Copier deals 'horrifying'

Deceptive and high-pressure sales tactics by photocopier dealers are creating a rising wave of complaints from customers and demands to renegotiate deals that lock companies into unnecessarily long and expensive contracts.

Nigel Griffiths, consumer affairs minister, said he had received several approaches from companies with "horrifying" stories to tell after he appealed in the Independent on Sunday two weeks ago for information from victims of aggressive photocopier selling. Mr Griffiths said: "The unfair contract terms legislation has failed."

His comments came after it emerged that a private British company has entered negotiations with its supplier, Xerox, to cut photocopying costs from about 4p a copy to nearer 1p. The Xerox concessionaire is demanding pounds 6l,000 to release the company from the lease portion of its deal.

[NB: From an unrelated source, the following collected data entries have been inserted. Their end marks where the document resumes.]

/**
 * Traces a look angle of the reference observer to the ray's fate, azimuth swept,
 * dphi/dpsi and shift: the frame's lensing table by default, or a brute-force
 * geodesic integrator (bruteForce.ts) plugged into the same shading.
 */
export interface RayTracer {
  /**
   * @param psi look angle from the outward radial axis in the reference observer's frame, radians, 0..pi
   * @param cosPsi cos(psi)
   * @param out record to fill (fate, phi, dPhiDPsi, g; jacobian is not used)
   * @returns out
   */
  trace(psi: number, cosPsi: number, out: RayLookup): RayLookup;
}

Adam Hackett, managing director of Chartwell Business Group, a leading photocopier supplier and servicer, believes that instances of overcharging by one means or another appear to be increasing again, after the photocopier industry introduced reforms in the wake of a 1994 Office of Fair Trading report into malpractices. "Old practices are creeping back, and some have never left," he said.

A powerful reason for customers being overcharged is that the amount a salesman can earn is related to the value of a contract. According to well-placed industry sources, a reasonably experienced salesman, for example, can easily make more than pounds 50,000 a year, of which about pounds 20,000 is a basic salary. A top salesman can earn over pounds 100,000 a year, mostly from commission and bonuses.

Many customers are also overcharged because of the complexity of agreements to lease photocopiers, despite attempts by the OFT and the industry to make contracts easier to understand.

Photocopier contracts normally have two main elements: the cost of leasing the machine and the cost of service.

The cost of leasing can be hard to determine because a customer may not know the true value of the machine, the price at which the machine is sold to a leasing company, and whether the unexpired portion of a previous lease has been added as a top-up.